На пороге стояла Шахназ и, уперев руки в бока, укоризненно качала головой. Я вздрогнула, поняв, что машинально уселась в свою любимую позу — одна нога вытянута, другая согнута в колене. Спохватившись, я села, подобрав под себя обе ноги, и невольно охнула от боли, пронзившей мое истерзанное тело.

— Веди себя пристойно. Пожалуйста.

Я покраснела до корней волос, мысленно проклиная себя за невнимательность. Хорошо, мама-джан не видит меня. Она предупреждала, чтобы в новом доме я вела себя, как подобает воспитанной девушке. Но я почти пять лет была мальчиком! Не так-то легко забыть старые привычки.

К обеду явилась наша свекровь. На этот раз ее пальцы, словно когти хищной птицы, впились в плечо мальчика лет восьми — вероятно, это был один из внуков, которого она сегодня выбрала себе в провожатые. Следуя примеру Шахназ, я вежливо поздоровалась и поцеловала ей руку. Для меня визит старухи стал неожиданностью, Шахназ же ничуть не удивилась.

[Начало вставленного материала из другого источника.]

#include "pipeline/stop_signal.hpp"

#include <atomic>
#include <csignal>

#include "core/base/bounded_input.hpp"
#include "core/base/error.hpp"

namespace habcast {

namespace {

std::atomic<int> g_signal{0};
static_assert(std::atomic<int>::is_always_lock_free, "the signal handler needs a lock-free flag");

struct sigaction g_previous_int {};
struct sigaction g_previous_term {};

extern "C" void on_stop_signal(int signal_number) { g_signal.store(signal_number); }

}  // namespace

StopSignalGuard::StopSignalGuard() {
  g_signal.store(0);
  struct sigaction action {};
  action.sa_handler = on_stop_signal;
  sigemptyset(&action.sa_mask);
  action.sa_flags = 0;
  sigaction(SIGINT, &action, &g_previous_int);
  sigaction(SIGTERM, &action, &g_previous_term);
  set_stop_poll(throw_if_stopped);  // loading in the core polls it too
}

StopSignalGuard::~StopSignalGuard() {
  set_stop_poll(nullptr);
  sigaction(SIGINT, &g_previous_int, nullptr);
  sigaction(SIGTERM, &g_previous_term, nullptr);
}

int stop_signal() { return g_signal.load(); }

void throw_if_stopped() {
  if (const int s = g_signal.load()) throw Interrupted(s);
}

void raise_stop_for_testing(int signal_number) { g_signal.store(signal_number); }

}  // namespace habcast
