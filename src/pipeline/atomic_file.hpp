#pragma once
// Small outputs (reports, tables, pictures) written like the rasters: to a temporary name, renamed
// on success, alone or with the rest of an output set.
#include <string>

namespace habcast {

/// Writes `content` to `path` via a temporary file in the same folder. Throws IoError naming the path.
void write_file_atomically(const std::string& path, const std::string& content);

/// Writes `content` to `path` in place: for a temporary file of an output set
/// (pipeline/output_set.hpp), which becomes its final name at the set's commit. Throws IoError
/// naming `final_path` (the name the user knows; `path` when empty).
void write_whole_file(const std::string& path, const std::string& content, const std::string& final_path = "");

}  // namespace habcast
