#include "pipeline/output_folder.hpp"

#include <filesystem>
#include <map>
#include <stdexcept>

#include "core/base/error.hpp"
#include "pipeline/atomic_file.hpp"
#include "pipeline/output_guard.hpp"
#include "pipeline/output_set.hpp"
#include "pipeline/run_files.hpp"
#include "raster/output_raster.hpp"

namespace habcast {

namespace {

namespace fs = std::filesystem;

std::string parent_of(const std::string& path) {
  const fs::path parent = fs::path(path).parent_path();
  return parent.empty() ? std::string(".") : parent.string();
}

}  // namespace

std::string name_in_folder(const std::string& folder, const std::string& path) {
  const fs::path base(real_path(folder));
  const fs::path relative = fs::path(real_path(parent_of(path))).lexically_relative(base) / fs::path(path).filename();
  const std::string name = relative.lexically_normal().string();
  if (name.empty() || name.starts_with("..") || fs::path(name).is_absolute())
    throw std::logic_error(path + " does not lie in the output folder " + folder);
  return name;
}

OutputFolder::OutputFolder(const std::string& folder, const std::vector<std::string>& owned, bool overwrite,
                           const std::string& other_way) {
  // Sub-folders in the order their names first appear, the top folder first.
  std::vector<std::string> subfolders{""};
  std::map<std::string, std::vector<std::string>> names;  // sub-folder -> file names in it
  for (const std::string& name : owned) {
    const std::string sub = fs::path(name).parent_path().string();
    if (!names.count(sub) && !sub.empty()) subfolders.push_back(sub);
    names[sub].push_back(fs::path(name).filename().string());
  }
  for (const std::string& sub : subfolders) {
    const std::string dir = sub.empty() ? folder : (fs::path(folder) / sub).string();
    std::error_code ec;
    fs::create_directories(dir, ec);
    if (ec || !fs::is_directory(dir))
      throw IoError(dir + ": cannot create the output folder: " + (ec ? ec.message() : "not a folder"));
    locks_.push_back(std::make_unique<FolderLock>(dir));
    if (locks_.back()->held()) {
      // Only under the lock is a leftover surely a dead run's: finish its set, drop temporaries.
      recover_output_sets(dir);
      remove_stale_partials(dir, names[sub]);
    }
  }
  std::vector<std::string> existing;
  for (const std::string& name : owned) existing.push_back((fs::path(folder) / name).string());
  refuse_to_clobber(existing, overwrite, other_way);
}

struct OutputCommit::Impl {
  std::string folder;
  std::string outside_path;
  OutputSet set;
  std::map<std::string, std::string> finished;  ///< final path -> temporary path
  std::string outside_temporary;                ///< temporary picture outside the folder
  Impl(const std::string& f, const std::string& name, std::vector<std::string> owned, const std::string& outside)
      : folder(f), outside_path(outside), set(f, name, std::move(owned)) {}
  ~Impl() {
    if (!outside_temporary.empty() && !crash_simulated()) {
      std::error_code ignored;
      fs::remove(outside_temporary, ignored);
    }
  }
};

OutputCommit::OutputCommit(const std::string& folder, const std::string& name, std::vector<std::string> owned,
                           const std::string& outside_path)
    : impl_(std::make_unique<Impl>(folder, name, std::move(owned), outside_path)) {}
OutputCommit::~OutputCommit() = default;

void OutputCommit::take_rasters(const std::vector<OutputRaster*>& rasters) {
  for (OutputRaster* r : rasters) {
    const std::string temporary = r->hand_over();
    const std::string name = name_in_folder(impl_->folder, r->final_path());
    impl_->set.add(temporary, name);
    impl_->finished[r->final_path()] = temporary;
    std::error_code ec;
    if (fs::exists(sidecar_of(temporary), ec)) impl_->set.add(sidecar_of(temporary), sidecar_of(name));
  }
}

std::string OutputCommit::finished(const std::string& final_path) const {
  const auto it = impl_->finished.find(final_path);
  return it == impl_->finished.end() ? std::string() : it->second;
}

std::string OutputCommit::add_outside_picture(const std::function<void(const std::string& path)>& draw) {
  const std::string& path = impl_->outside_path;
  if (path.empty()) return "";
  const std::string temporary = temporary_path_for(path);
  const fs::path parent(real_path(parent_of(path)));
  const fs::path base(real_path(impl_->folder));
  const std::string relative = parent.lexically_relative(base).string();
  const bool inside = !relative.empty() && !relative.starts_with("..");
  if (!inside) impl_->outside_temporary = temporary;
  try {
    draw(temporary);
  } catch (const Error& e) {
    std::error_code ignored;
    fs::remove(temporary, ignored);
    impl_->outside_temporary.clear();
    return std::string("no quicklook was written: ") + e.what();
  }
  if (inside) impl_->set.add(temporary, name_in_folder(impl_->folder, path));
  return "";
}

void OutputCommit::add_written(const std::string& final_path, const std::function<void(const std::string&)>& write) {
  const std::string temporary = temporary_path_for(final_path);
  impl_->set.add(temporary, name_in_folder(impl_->folder, final_path));
  write(temporary);
}

void OutputCommit::add_file(const std::string& final_path, const std::string& bytes) {
  add_written(final_path, [&](const std::string& temporary) { write_whole_file(temporary, bytes, final_path); });
}

void OutputCommit::commit() {
  impl_->set.commit();
  if (!impl_->outside_temporary.empty()) {
    std::error_code ec;
    fs::rename(impl_->outside_temporary, impl_->outside_path, ec);
    if (ec)
      throw IoError(impl_->outside_path + ": cannot rename the finished picture into place (" + ec.message() +
                    "); the other outputs are complete");
    impl_->outside_temporary.clear();
  }
}

}  // namespace habcast
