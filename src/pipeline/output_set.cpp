#include "pipeline/output_set.hpp"

#include <atomic>
#include <cerrno>
#include <cstring>
#include <filesystem>
#include <fstream>
#include <sstream>

#include "core/base/error.hpp"
#include "pipeline/run_files.hpp"
#include "raster/output_raster.hpp"

namespace habcast {

namespace {

namespace fs = std::filesystem;

constexpr const char* kRecordPrefix = ".habcast-commit-";
constexpr const char* kRecordHeader = "habcast commit record 1";

std::atomic<int> g_fault_step{-1};
std::atomic<int> g_steps{0};
std::atomic<bool> g_crashed{false};

void fault_point() {
  const int step = g_steps.fetch_add(1);
  if (g_fault_step.load() == step) {
    g_crashed.store(true);
    throw SimulatedCrash();
  }
}

/// A record names files in its own folder or its sub-folders only ("a.tif", "ssp1/change.tif"):
/// an absolute name, an empty component, or "." / ".." anywhere is not ours.
bool plain_name(const std::string& name) {
  if (name.empty() || name.find('\n') != std::string::npos || name.find('\t') != std::string::npos) return false;
  std::size_t start = 0;
  while (true) {
    const std::size_t slash = name.find('/', start);
    const std::string part = name.substr(start, slash == std::string::npos ? std::string::npos : slash - start);
    if (part.empty() || part == "." || part == "..") return false;
    if (slash == std::string::npos) return true;
    start = slash + 1;
  }
}

/// The temporary files GDAL may add beside a temporary raster (sidecar, overview scratch).
void remove_temporary(const std::string& path) {
  std::error_code ignored;
  fs::remove(path, ignored);
  fs::remove(sidecar_of(path), ignored);
  fs::remove(path + ".ovr.tmp", ignored);
}

struct Record {
  std::vector<std::pair<std::string, std::string>> renames;
  std::vector<std::string> removals;
};

std::string record_text(const Record& r) {
  std::string text = std::string(kRecordHeader) + "\n";
  for (const auto& [from, to] : r.renames) text += "rename\t" + from + "\t" + to + "\n";
  for (const std::string& name : r.removals) text += "remove\t" + name + "\n";
  return text + "end\n";
}

/// Parses a record; false when it is not a complete record of ours (then it is left alone).
bool parse_record(const std::string& path, Record& r) {
  std::ifstream in(path, std::ios::binary);
  std::string line;
  if (!std::getline(in, line) || line != kRecordHeader) return false;
  bool ended = false;
  while (std::getline(in, line)) {
    if (line == "end") {
      ended = true;
      break;
    }
    std::istringstream fields(line);
    std::string kind, a, b;
    std::getline(fields, kind, '\t');
    std::getline(fields, a, '\t');
    std::getline(fields, b, '\t');
    if (kind == "rename" && plain_name(a) && plain_name(b)) r.renames.emplace_back(a, b);
    else if (kind == "remove" && plain_name(a)) r.removals.push_back(a);
    else return false;
  }
  return ended;
}

void rename_or_throw(const fs::path& from, const fs::path& to) {
  fault_point();
  std::error_code ec;
  fs::rename(from, to, ec);
  if (ec)
    throw IoError(located(to.string(), 0, "cannot replace it with the finished file " + from.string() + " (" +
                                              ec.message() + "). The next run into this folder completes the set"));
}

void remove_or_throw(const fs::path& path) {
  fault_point();
  std::error_code ec;
  fs::remove(path, ec);
  if (ec) throw IoError(located(path.string(), 0, "cannot remove this earlier output (" + ec.message() + ")"));
}

/// Steps 3 and 4 of the commit, also what recovery does with a record found on disk. Every step
/// may be repeated: a temporary file already renamed is gone, a removal already made is done.
void apply_record(const fs::path& folder, const Record& r, const fs::path& record_path) {
  for (const auto& [from, to] : r.renames) {
    std::error_code ec;
    if (fs::exists(folder / from, ec)) rename_or_throw(folder / from, folder / to);
  }
  for (const std::string& name : r.removals) {
    std::error_code ec;
    if (fs::exists(fs::symlink_status(folder / name, ec))) remove_or_throw(folder / name);
  }
  remove_or_throw(record_path);
}

}  // namespace

OutputSet::OutputSet(std::string folder, std::string name, std::vector<std::string> owned)
    : folder_(std::move(folder)), name_(std::move(name)), owned_(std::move(owned)) {}

OutputSet::~OutputSet() {
  if (committed_ || crash_simulated()) return;
  for (const auto& [temporary, final_name] : renames_) {
    (void)final_name;
    remove_temporary((fs::path(folder_) / temporary).string());
  }
}

void OutputSet::add(const std::string& temporary, const std::string& final_name) {
  const fs::path t(temporary);
  // The temporary file lies beside its final name: same sub-folder of the set's folder.
  const std::string relative = (fs::path(final_name).parent_path() / t.filename()).string();
  if (!plain_name(final_name) || !plain_name(relative) ||
      real_path(t.parent_path().empty() ? "." : t.parent_path().string()) !=
          real_path((fs::path(folder_) / final_name).parent_path().string()))
    throw std::logic_error("OutputSet::add: " + temporary + " -> " + final_name + " is not a name in " + folder_);
  renames_.emplace_back(relative, final_name);
}

void OutputSet::commit() {
  const fs::path folder(folder_);
  Record record;
  record.renames = renames_;
  for (const std::string& name : owned_) {
    bool provided = false;
    for (const auto& [from, to] : renames_) provided = provided || to == name;
    std::error_code ec;
    if (!provided && fs::exists(fs::symlink_status(folder / name, ec))) record.removals.push_back(name);
  }
  const fs::path record_path = folder / (kRecordPrefix + name_);
  // One writer per folder (FolderLock), so the record's temporary name needs no pid.
  const std::string temporary = record_path.string() + ".partial";
  {
    fault_point();
    std::ofstream out(temporary, std::ios::binary | std::ios::trunc);
    out << record_text(record);
    out.flush();
    if (!out) {
      std::error_code ignored;
      fs::remove(temporary, ignored);
      throw IoError(record_path.string() + ": cannot write the commit record (disk full?); the earlier outputs are "
                                           "unchanged");
    }
  }
  try {
    rename_or_throw(temporary, record_path);
  } catch (const SimulatedCrash&) {
    throw;
  } catch (const Error&) {
    std::error_code ignored;
    fs::remove(temporary, ignored);
    throw;
  }
  committed_ = true;  // the commit point: from here on the new set stands
  // No fsync: the promise is about processes killed at any instant, which the page cache
  // survives; syncing every raster would cost tens of milliseconds per file for a power cut
  // (docs/limits.md says so).
  apply_record(folder, record, record_path);
}

int recover_output_sets(const std::string& folder) {
  std::vector<fs::path> records;
  std::error_code ec;
  for (fs::directory_iterator it(folder, ec), end; !ec && it != end; it.increment(ec)) {
    const std::string file = it->path().filename().string();
    if (!file.starts_with(kRecordPrefix)) continue;
    if (file.ends_with(".partial")) {
      // A record not yet in place: its set never reached the commit point.
      std::error_code ignored;
      fs::remove(it->path(), ignored);
    } else {
      records.push_back(it->path());
    }
  }
  int completed = 0;
  for (const fs::path& path : records) {
    Record record;
    if (!parse_record(path.string(), record))
      throw IoError(located(path.string(), 0, "is an unreadable commit record; the outputs in " + folder +
                                                  " may mix two runs. Delete the outputs and this file, then run again"));
    apply_record(fs::path(folder), record, path);
    ++completed;
  }
  return completed;
}

void arm_commit_fault_for_testing(int step) {
  g_fault_step.store(step);
  g_steps.store(0);
  g_crashed.store(false);
}

int commit_steps_taken() { return g_steps.load(); }

bool crash_simulated() { return g_crashed.load(); }

}  // namespace habcast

— Со мной она проделывала то же самое. Хочет убедиться, что ты будешь хорошей женой. Давай накрывай на стол, — шепнула Шахназ и добавила уже громче ласковым голосом: — С вашего разрешения, я оставлю вас, ханум-джан, мне надо покормить детей. Но ваша новая невестка угостит вас обедом. Сегодня Рахима готовила сама.

Деваться было некуда. Раз Шахназ сказала, что я угощу свекровь обедом, придется играть роль гостеприимной невестки. Правда, я вспомнила, что детей она накормила как раз перед приходом Гулалай-биби. Однако мысли о коварстве Шахназ мгновенно вылетели у меня из головы, как только я взялась накрывать на стол. Почему-то приготовленный мной «обед» даже отдаленно не напоминал тот, который обычно подавала мама-джан. Трясущимися руками я выложила на блюдо рис и тушеные овощи. Гулалай-биби молча следила за каждым моим движением, с невозмутимым видом перебирая бусины четок. Когда я поставила перед ней блюда, она наконец заговорила:

— Для начала неплохо было бы предложить чаю. Иначе можно подумать, будто ты поторапливаешь гостей и хочешь, чтобы они поскорее ушли.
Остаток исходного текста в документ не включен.